Izabel olha para a filha, para os quadros da artista que começavam a ser colocados na exposição e reconhece: “Ela é o meu maior orgulho. Meu maior aprendizado”. Ivana, também pintora, filha da mestra Maria Helena Andrés, admite: “Para pintar, é preciso ter coragem. E Kátia não tem medo de perder um quadro e refazê-lo, transformá-lo”. Sobre a dificuldade motora da aluna em pegar o pincel, a professora é categórica: “O olho é mais importante que a mão”. Evaldo, que não enxerga, usa as mãos ágeis para fazer mágica com as cordas do seu violão. A pintora com paralisia cerebral e o músico que nada vê se completam. E se entendem nas suas diferenças.

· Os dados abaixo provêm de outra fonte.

#include "gapmark/report/final_reports.hpp"

#include <algorithm>
#include <chrono>
#include <functional>
#include <future>
#include <ostream>

#include "gapmark/analysis/examples.hpp"
#include "gapmark/analysis/results_json.hpp"
#include "gapmark/error.hpp"
#include "gapmark/experiment/merge.hpp"
#include "gapmark/experiment/results_io.hpp"
#include "gapmark/experiment/spec_safety.hpp"
#include "gapmark/output_file.hpp"
#include "gapmark/report/reporter.hpp"

namespace gapmark {
namespace fs = std::filesystem;

std::vector<std::string> report_file_names() {
  std::vector<std::string> names;
  for (const auto* entry : ReporterRegistry::global().list()) names.push_back(entry->make(ParamValues{})->file_name());
  return names;
}

Summary finish_results(ResultSet& results, const FinishOptions& options) {
  Summary summary = summarize(results);
  // Example windows need the data again: read from the folder of the spec
  // the user named (never from a folder a checkpoint records).
  std::string why_not = options.no_spec;
  if (options.spec)
    why_not = attach_examples(results, summary, *options.spec,
                              ExampleOptions{.threads = options.threads, .allow_external = options.allow_external});
  if (!why_not.empty())
    results.warnings.push_back({"no-examples", "report", "no example windows in the report: " + why_not,
                                "give the run's spec with --spec, where its data files can be read"});
  else if (!options.allow_external && !external_commands(*options.spec).empty())
    results.warnings.push_back({"examples-without-external", "report",
                                "the example windows leave out the external methods: no outside program is "
                                "started again without --allow-external",
                                "add --allow-external to draw them"});
  return summary;
}

namespace {

/// Writes a file through a temporary name beside `path` (TempFile): `write`
/// fills the stream; the data are flushed to disk. Returns the temporary
/// name, to be renamed once every file of the set is written. Errors name `path`.
fs::path write_temp(const fs::path& path, const std::function<void(std::ostream&)>& write) {
  TempFile temp(path);
  temp.write_with(write);
  return temp.release();
}

/// Gives every staged file its name, in order; on a failure the files not
/// yet renamed are removed and the error goes on.
std::vector<std::string> rename_staged(const std::vector<std::pair<fs::path, fs::path>>& staged) {
  std::error_code ec;
  std::vector<std::string> written;
  for (std::size_t i = 0; i < staged.size(); ++i) {
    try {
      rename_over(staged[i].first, staged[i].second);
    } catch (...) {
      for (std::size_t k = i; k < staged.size(); ++k) fs::remove(staged[k].first, ec);
      throw;
    }
    written.push_back(staged[i].second.string());
  }
  return written;
}

}  // namespace

std::vector<std::string> write_final_reports(const ResultSet& results, const Summary& summary, const fs::path& dir,
                                             unsigned threads) {
  std::error_code ec;
  fs::create_directories(dir, ec);
  if (ec) throw InputError(dir.string(), "cannot create the output folder: " + ec.message());
  // Each report goes to a temporary file as soon as it is rendered (memory
  // holds one report at a time); the names are switched only when all are
  // written, results.json last, so a failure leaves no report behind.
  std::vector<std::pair<fs::path, fs::path>> staged;  // (temporary, final)
  const fs::path json_path = dir / kResultsFile;
  const auto names = report_file_names();
  const bool json_wanted = std::find(names.begin(), names.end(), kResultsFile) != names.end();
  auto write_json = [&] {
    return write_temp(json_path, [&](std::ostream& out) { write_results_json(out, results, summary); });
  };
  // results.json, the longest to write, on a thread of its own when allowed.
  std::future<fs::path> json_written;
  if (json_wanted && threads > 1) json_written = std::async(std::launch::async, write_json);
  try {
    try {
      for (const auto* entry : ReporterRegistry::global().list()) {
        auto reporter = entry->make(ParamValues{});
        if (reporter->file_name() == kResultsFile) continue;
        const fs::path path = dir / reporter->file_name();
        const std::string text = reporter->render(results, summary);
        staged.emplace_back(write_temp(path, [&](std::ostream& out) { out << text; }), path);
      }
    } catch (...) {
      if (json_written.valid()) try {
          fs::remove(json_written.get(), ec);
        } catch (...) {  // its own failure left no file; the first error is the one reported
        }
      throw;
    }
    if (json_wanted) staged.emplace_back(json_written.valid() ? json_written.get() : write_json(), json_path);
  } catch (...) {
    for (const auto& [temp, path] : staged) fs::remove(temp, ec);
    throw;
  }
  return rename_staged(staged);
}

std::vector<std::string> write_final_reports(const ResultSet& results, const fs::path& dir, unsigned threads) {
  return write_final_reports(results, summarize(results), dir, threads);
}

void prepare_output_folder(const fs::path& dir) { prepare_output_folder(dir, report_file_names()); }

FolderRunStatus run_into_folder(const ExperimentSpec& spec, const RunOptions& options, const FolderRunOptions& folder) {
  const auto started = std::chrono::steady_clock::now();
  FolderRunOptions with_outputs = folder;
  with_outputs.outputs = report_file_names();
  FolderRunStatus status = run_tasks_into_folder(spec, options, with_outputs);
  if (!status.complete() || !status.shard.whole()) return status;
  if (folder.before_reports) folder.before_reports();
  const unsigned threads = std::max(1u, options.threads);
  ResultSet results = merge_checkpoints({folder.dir}, MergeOptions{.spec = &spec});
  // The examples re-read the data from this spec's folder (not the one a
  // resumed checkpoint recorded); its outside programs already ran in this run.
  const Summary summary = finish_results(results, FinishOptions{.threads = threads, .spec = &spec, .allow_external = true});
  results.timing.wall_seconds = std::chrono::duration<double>(std::chrono::steady_clock::now() - started).count();
  results.timing.threads = threads;
  results.timing.resumed_tasks = status.resumed;
  status.written = write_final_reports(results, summary, folder.dir, threads);
  status.warnings = std::move(results.warnings);
  return status;
}

}  // namespace gapmark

Durante um ano e meio, Kátia e Evaldo expuseram em Belo Horizonte, em Nova Lima (MG), no Rio, em São Paulo, e agora chegaram a Brasília, para o encerramento do projeto que mudou a vida de ambos. “Ela ficou mais confiante, mais feliz”, percebe a mãe. Kátia escreveu, em seu computador adaptado: “Comecei a pintar há cerca de oito anos porque estava com depressão. Logo comecei a me sentir cada vez melhor e mais livre.... Penso que quando alguém desiste de sonhar desiste da vida”.

Evaldo, com o projeto, passou a apresentar semanalmente o programa A arte de superar barreiras, numa rádio comunitária de Belo Horizonte. No espaço, histórias de superação de pessoas com qualquer tipo de deficiência são abordadas. Ele canta e Luciano Luppi recita poesias — de vários autores e também dos convidados entrevistados. Evaldo nunca tocou tanto quanto agora no Voz e Poesia, grupo musical do qual faz parte.

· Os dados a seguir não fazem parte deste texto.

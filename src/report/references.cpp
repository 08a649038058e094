// The reference table. Every entry below (authors, title, journal, volume,
// issue, pages, year) was written from memory; none has yet been checked
// against the publisher's record, and references.bib says so to its reader.
// The few DOIs given are also from memory. Checking an entry means comparing it
// with the publisher's page and saying so in the entry's comment.
#include "gapmark/report/references.hpp"

#include <algorithm>
#include <cmath>
#include <map>
#include <optional>
#include <set>

#include "gapmark/analysis/test_names.hpp"
#include "gapmark/error.hpp"
#include "gapmark/experiment/spec.hpp"
#include "gapmark/score/metric_names.hpp"

namespace gapmark {
namespace {

const std::vector<Reference> kReferences = {
    {"fritsch1980", "Fritsch, F. N. and Carlson, R. E. (1980). Monotone piecewise cubic interpolation. SIAM Journal on Numerical Analysis, 17(2), 238-246.",
     "@article{fritsch1980,\n  author  = {Fritsch, F. N. and Carlson, R. E.},\n  title   = {Monotone Piecewise Cubic Interpolation},\n"
     "  journal = {SIAM Journal on Numerical Analysis},\n  volume  = {17},\n  number  = {2},\n  pages   = {238--246},\n"
     "  year    = {1980},\n  doi     = {10.1137/0717021}\n}\n"},
    {"akima1970", "Akima, H. (1970). A new method of interpolation and smooth curve fitting based on local procedures. Journal of the ACM, 17(4), 589-602.",
     "@article{akima1970,\n  author  = {Akima, Hiroshi},\n  title   = {A New Method of Interpolation and Smooth Curve Fitting Based on Local Procedures},\n"
     "  journal = {Journal of the ACM},\n  volume  = {17},\n  number  = {4},\n  pages   = {589--602},\n  year    = {1970},\n"
     "  doi     = {10.1145/321607.321609}\n}\n"},
    {"deboor1978", "de Boor, C. (1978). A Practical Guide to Splines. Applied Mathematical Sciences 27. New York: Springer.",
     "@book{deboor1978,\n  author    = {de Boor, Carl},\n  title     = {A Practical Guide to Splines},\n  series    = {Applied Mathematical Sciences},\n"
     "  volume    = {27},\n  publisher = {Springer},\n  address   = {New York},\n  year      = {1978}\n}\n"},
    {"durbin2012", "Durbin, J. and Koopman, S. J. (2012). Time Series Analysis by State Space Methods, 2nd edition. Oxford: Oxford University Press.",
     "@book{durbin2012,\n  author    = {Durbin, James and Koopman, Siem Jan},\n  title     = {Time Series Analysis by State Space Methods},\n"
     "  edition   = {2},\n  publisher = {Oxford University Press},\n  address   = {Oxford},\n  year      = {2012}\n}\n"},
    {"mazumder2010", "Mazumder, R., Hastie, T. and Tibshirani, R. (2010). Spectral regularization algorithms for learning large incomplete matrices. Journal of Machine Learning Research, 11, 2287-2322.",
     "@article{mazumder2010,\n  author  = {Mazumder, Rahul and Hastie, Trevor and Tibshirani, Robert},\n"
     "  title   = {Spectral Regularization Algorithms for Learning Large Incomplete Matrices},\n"
     "  journal = {Journal of Machine Learning Research},\n  volume  = {11},\n  pages   = {2287--2322},\n  year    = {2010}\n}\n"},
    {"cleveland1990", "Cleveland, R. B., Cleveland, W. S., McRae, J. E. and Terpenning, I. (1990). STL: A seasonal-trend decomposition procedure based on loess. Journal of Official Statistics, 6(1), 3-73.",
     "@article{cleveland1990,\n  author  = {Cleveland, Robert B. and Cleveland, William S. and McRae, Jean E. and Terpenning, Irma},\n"
     "  title   = {{STL}: A Seasonal-Trend Decomposition Procedure Based on Loess},\n  journal = {Journal of Official Statistics},\n"
     "  volume  = {6},\n  number  = {1},\n  pages   = {3--73},\n  year    = {1990}\n}\n"},
    {"box2008", "Box, G. E. P., Jenkins, G. M. and Reinsel, G. C. (2008). Time Series Analysis: Forecasting and Control, 4th edition. Hoboken, NJ: Wiley.",
     "@book{box2008,\n  author    = {Box, George E. P. and Jenkins, Gwilym M. and Reinsel, Gregory C.},\n"
     "  title     = {Time Series Analysis: Forecasting and Control},\n  edition   = {4},\n  publisher = {Wiley},\n"
     "  address   = {Hoboken, NJ},\n  year      = {2008}\n}\n"},
    {"hyndman2006", "Hyndman, R. J. and Koehler, A. B. (2006). Another look at measures of forecast accuracy. International Journal of Forecasting, 22(4), 679-688.",
     "@article{hyndman2006,\n  author  = {Hyndman, Rob J. and Koehler, Anne B.},\n  title   = {Another Look at Measures of Forecast Accuracy},\n"
     "  journal = {International Journal of Forecasting},\n  volume  = {22},\n  number  = {4},\n  pages   = {679--688},\n"
     "  year    = {2006},\n  doi     = {10.1016/j.ijforecast.2006.03.001}\n}\n"},
    {"winters1960", "Winters, P. R. (1960). Forecasting sales by exponentially weighted moving averages. Management Science, 6(3), 324-342.",
     "@article{winters1960,\n  author  = {Winters, Peter R.},\n  title   = {Forecasting Sales by Exponentially Weighted Moving Averages},\n"
     "  journal = {Management Science},\n  volume  = {6},\n  number  = {3},\n  pages   = {324--342},\n  year    = {1960},\n"
     "  doi     = {10.1287/mnsc.6.3.324}\n}\n"},
    {"gneiting2007", "Gneiting, T. and Raftery, A. E. (2007). Strictly proper scoring rules, prediction, and estimation. Journal of the American Statistical Association, 102(477), 359-378.",
     "@article{gneiting2007,\n  author  = {Gneiting, Tilmann and Raftery, Adrian E.},\n"
     "  title   = {Strictly Proper Scoring Rules, Prediction, and Estimation},\n"
     "  journal = {Journal of the American Statistical Association},\n  volume  = {102},\n  number  = {477},\n"
     "  pages   = {359--378},\n  year    = {2007},\n  doi     = {10.1198/016214506000001437}\n}\n"},
    {"efron1993", "Efron, B. and Tibshirani, R. J. (1993). An Introduction to the Bootstrap. Monographs on Statistics and Applied Probability 57. New York: Chapman & Hall.",
     "@book{efron1993,\n  author    = {Efron, Bradley and Tibshirani, Robert J.},\n  title     = {An Introduction to the Bootstrap},\n"
     "  series    = {Monographs on Statistics and Applied Probability},\n  volume    = {57},\n  publisher = {Chapman \\& Hall},\n"
     "  address   = {New York},\n  year      = {1993}\n}\n"},
    {"schuirmann1987", "Schuirmann, D. J. (1987). A comparison of the two one-sided tests procedure and the power approach for assessing the equivalence of average bioavailability. Journal of Pharmacokinetics and Biopharmaceutics, 15(6), 657-680.",
     "@article{schuirmann1987,\n  author  = {Schuirmann, Donald J.},\n"
     "  title   = {A Comparison of the Two One-Sided Tests Procedure and the Power Approach for Assessing the Equivalence of Average Bioavailability},\n"
     "  journal = {Journal of Pharmacokinetics and Biopharmaceutics},\n  volume  = {15},\n  number  = {6},\n"
     "  pages   = {657--680},\n  year    = {1987},\n  doi     = {10.1007/BF01068419}\n}\n"},
    {"wilcoxon1945", "Wilcoxon, F. (1945). Individual comparisons by ranking methods. Biometrics Bulletin, 1(6), 80-83.",
     "@article{wilcoxon1945,\n  author  = {Wilcoxon, Frank},\n  title   = {Individual Comparisons by Ranking Methods},\n"
     "  journal = {Biometrics Bulletin},\n  volume  = {1},\n  number  = {6},\n  pages   = {80--83},\n  year    = {1945},\n"
     "  doi     = {10.2307/3001968}\n}\n"},
    {"holm1979", "Holm, S. (1979). A simple sequentially rejective multiple test procedure. Scandinavian Journal of Statistics, 6(2), 65-70.",
     "@article{holm1979,\n  author  = {Holm, Sture},\n  title   = {A Simple Sequentially Rejective Multiple Test Procedure},\n"
     "  journal = {Scandinavian Journal of Statistics},\n  volume  = {6},\n  number  = {2},\n  pages   = {65--70},\n  year    = {1979}\n}\n"},
    {"friedman1937", "Friedman, M. (1937). The use of ranks to avoid the assumption of normality implicit in the analysis of variance. Journal of the American Statistical Association, 32(200), 675-701.",
     "@article{friedman1937,\n  author  = {Friedman, Milton},\n"
     "  title   = {The Use of Ranks to Avoid the Assumption of Normality Implicit in the Analysis of Variance},\n"
     "  journal = {Journal of the American Statistical Association},\n  volume  = {32},\n  number  = {200},\n"
     "  pages   = {675--701},\n  year    = {1937},\n  doi     = {10.1080/01621459.1937.10503522}\n}\n"},
    {"iman1980", "Iman, R. L. and Davenport, J. M. (1980). Approximations of the critical region of the Friedman statistic. Communications in Statistics - Theory and Methods, 9(6), 571-595.",
     "@article{iman1980,\n  author  = {Iman, Ronald L. and Davenport, James M.},\n"
     "  title   = {Approximations of the Critical Region of the {Friedman} Statistic},\n"
     "  journal = {Communications in Statistics - Theory and Methods},\n  volume  = {9},\n  number  = {6},\n"
     "  pages   = {571--595},\n  year    = {1980}\n}\n"},
    {"nemenyi1963", "Nemenyi, P. B. (1963). Distribution-free Multiple Comparisons. PhD thesis, Princeton University.",
     "@phdthesis{nemenyi1963,\n  author = {Nemenyi, Peter Bjorn},\n  title  = {Distribution-free Multiple Comparisons},\n"
     "  school = {Princeton University},\n  year   = {1963}\n}\n"},
    {"demsar2006", "Demšar, J. (2006). Statistical comparisons of classifiers over multiple data sets. Journal of Machine Learning Research, 7, 1-30.",
     "@article{demsar2006,\n  author  = {Dem{\\v{s}}ar, Janez},\n  title   = {Statistical Comparisons of Classifiers over Multiple Data Sets},\n"
     "  journal = {Journal of Machine Learning Research},\n  volume  = {7},\n  pages   = {1--30},\n  year    = {2006}\n}\n"},
};

// ---- the mapping table: names used by gapmark -> reference keys ----

/// Fill methods (registry names).
const std::map<std::string, std::vector<std::string>> kMethodKeys = {
    {"pchip", {"fritsch1980"}},          {"akima-weighted", {"akima1970"}},  {"natural-spline", {"deboor1978"}},
    {"kalman", {"durbin2012"}},          {"arima", {"durbin2012"}},          {"low-rank", {"mazumder2010"}},
};

/// Metric columns.
const std::map<std::string, std::vector<std::string>> kColumnKeys = {
    {metric_names::acf::kRms, {"box2008"}},
    {metric_names::acf::kMax, {"box2008"}},
    {metric_names::forecast::kMaseFilled, {"hyndman2006"}},
    {metric_names::forecast::kMaseComplete, {"hyndman2006"}},
    {metric_names::forecast::kMaseCost, {"hyndman2006"}},
    {metric_names::interval::kCrps, {"gneiting2007"}},
};

/// Tests and intervals, by the name methods.md gives them.
const std::map<std::string, std::vector<std::string>> kTestKeys = {
    {test_names::kBootstrapInterval, {"efron1993"}},
    {test_names::kSignedRank, {"wilcoxon1945", "holm1979"}},
    {test_names::kEquivalence, {"schuirmann1987", "holm1979"}},
    {test_names::kFriedman, {"friedman1937"}},
    {test_names::kImanDavenport, {"iman1980"}},
    {test_names::kNemenyi, {"nemenyi1963", "demsar2006"}},
};

std::string call_name(const std::string& label) {
  const auto colon = label.find(':');
  return colon == std::string::npos ? label : label.substr(0, colon);
}

/// The forecaster of the run's "forecast" metric, from its stored spec bound
/// as the run bound it; none when the stored spec cannot be bound (a results
/// file of another version), so that nothing is cited that may not have
/// been used.
std::optional<std::string> forecast_model(const ResultSet& results) {
  namespace fc = metric_names::forecast;
  try {
    for (const auto& m : bind_spec_metrics(results.context.spec, "results: /context/spec"))
      if (m.entry && m.entry->name == fc::kName) return m.params.text(fc::kModel);
  } catch (const InputError&) {
  }
  return std::nullopt;
}

}  // namespace

const std::vector<Reference>& all_references() { return kReferences; }

const Reference* find_reference(const std::string& key) {
  for (const auto& r : kReferences)
    if (r.key == key) return &r;
  return nullptr;
}

std::vector<CitedUse> cited_uses(const ResultSet& results, const Summary& summary) {
  std::vector<CitedUse> uses;
  std::set<std::string> seen_methods;
  for (const auto& t : results.trials) {
    const std::string name = call_name(t.method);
    if (!seen_methods.insert(name).second) continue;
    if (auto it = kMethodKeys.find(name); it != kMethodKeys.end()) uses.push_back({"method", name, it->second});
  }
  for (const auto& c : results.columns)
    if (auto it = kColumnKeys.find(c.name); it != kColumnKeys.end()) {
      auto keys = it->second;
      if (c.name == metric_names::forecast::kMaseFilled && forecast_model(results) == metric_names::forecast::kHoltWinters) keys.push_back("winters1960");
      uses.push_back({"metric", c.name, keys});
    }
  auto test = [&](const std::string& name) { uses.push_back({"test", name, kTestKeys.at(name)}); };
  bool interval = false, vs_best = false, equivalence = false, friedman = false, across = false;
  for (const auto& g : summary.groups) {
    interval = interval || g.replicates >= 2;
    friedman = friedman || std::isfinite(g.friedman_p);
    for (const auto& m : g.methods) {
      vs_best = vs_best || std::isfinite(m.p_vs_best);
      equivalence = equivalence || std::isfinite(m.p_equivalent);
    }
  }
  for (const auto& a : summary.across) across = across || (a.datasets >= 2 && std::isfinite(a.critical_difference));
  if (interval) test(test_names::kBootstrapInterval);
  if (vs_best) test(test_names::kSignedRank);
  if (equivalence) test(test_names::kEquivalence);
  if (friedman || across) test(test_names::kFriedman);
  if (across) {
    test(test_names::kImanDavenport);
    test(test_names::kNemenyi);
  }
  return uses;
}

std::vector<std::string> cited_keys(const std::vector<CitedUse>& uses) {
  std::set<std::string> wanted;
  for (const auto& u : uses) wanted.insert(u.keys.begin(), u.keys.end());
  std::vector<std::string> out;
  for (const auto& r : kReferences)
    if (wanted.count(r.key)) out.push_back(r.key);
  return out;
}

}  // namespace gapmark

A música de Evaldo tem cheiro das Minas Gerais. É suave, baixa e tem um quê de Clube da Esquina. O compositor é fã de carteirinha de Milton Nascimento e de toda aquela turma que se formou naquela época. Gosta do verso, da poesia dita com honestidade. E foi essa música, estudada à exaustão, que fez o menino que perdeu a visão aos 8 anos, em decorrência de um glaucoma avassalador, acreditar a que a escuridão não seria o fim. “Aconteceram tantas coisas boas na minha vida que não penso mais na cegueira”, diz o homem que se casou pela terceira vez e tem dois filhos, um deles também músico.

E é no Senado Federal, lugar onde o país se reconhece, se espanta e de quando em vez ainda se enche de esperança, que a exposição terá seu desfecho. Mônica de Araújo Freitas, presidenta do Programa de Acessibilidade do Senado Inclusivo, elogia o trabalho da dupla.

Ela conta que a Casa, há seis anos, passou a tratar como prioridade o direito de ir e vir dos que têm limitações. “Fizemos reformas e adaptações estruturais, compramos equipamentos, temos intérprete de Libras e realizamos um censo para saber quantos funcionários são portadores de necessidades especiais. Todo ano, em dezembro, realizamos a Semana do Senado Inclusivo. Virou um sucesso, nosso compromisso.”

Kátia olha os quadros sendo colocados nos painéis. Dá palpite. Quer ver sua obra mais bonita. Sentadinho, Evaldo afina as cordas do seu instrumento. É hoje, daqui a pouco, a abertura da exposição da pintora e do músico. Pergunto a ela como está a emoção. Ela responde: “Tô muito feliz, o coração tá batendo cada vez mais forte”. Ele só quer fazer o que mais gosta: tocar, tocar e tocar. Em seu computador, Kátia escreve páginas do livro que vai lançar, Um sonho de vida: “Sou assim, livre. presa, triste, alegre, segura do que faço e firme nas decisões. Desejo aprender sempre mais e acreditar que tenho forças para continuar. Sinto a luz de Deus dentro de mim”. Não há mais o que perguntar. Deixa a música de Evaldo seguir.

Essa história é boa demais. Boa pra contar. Melhor ainda pra ver e ouvir. E sentir.”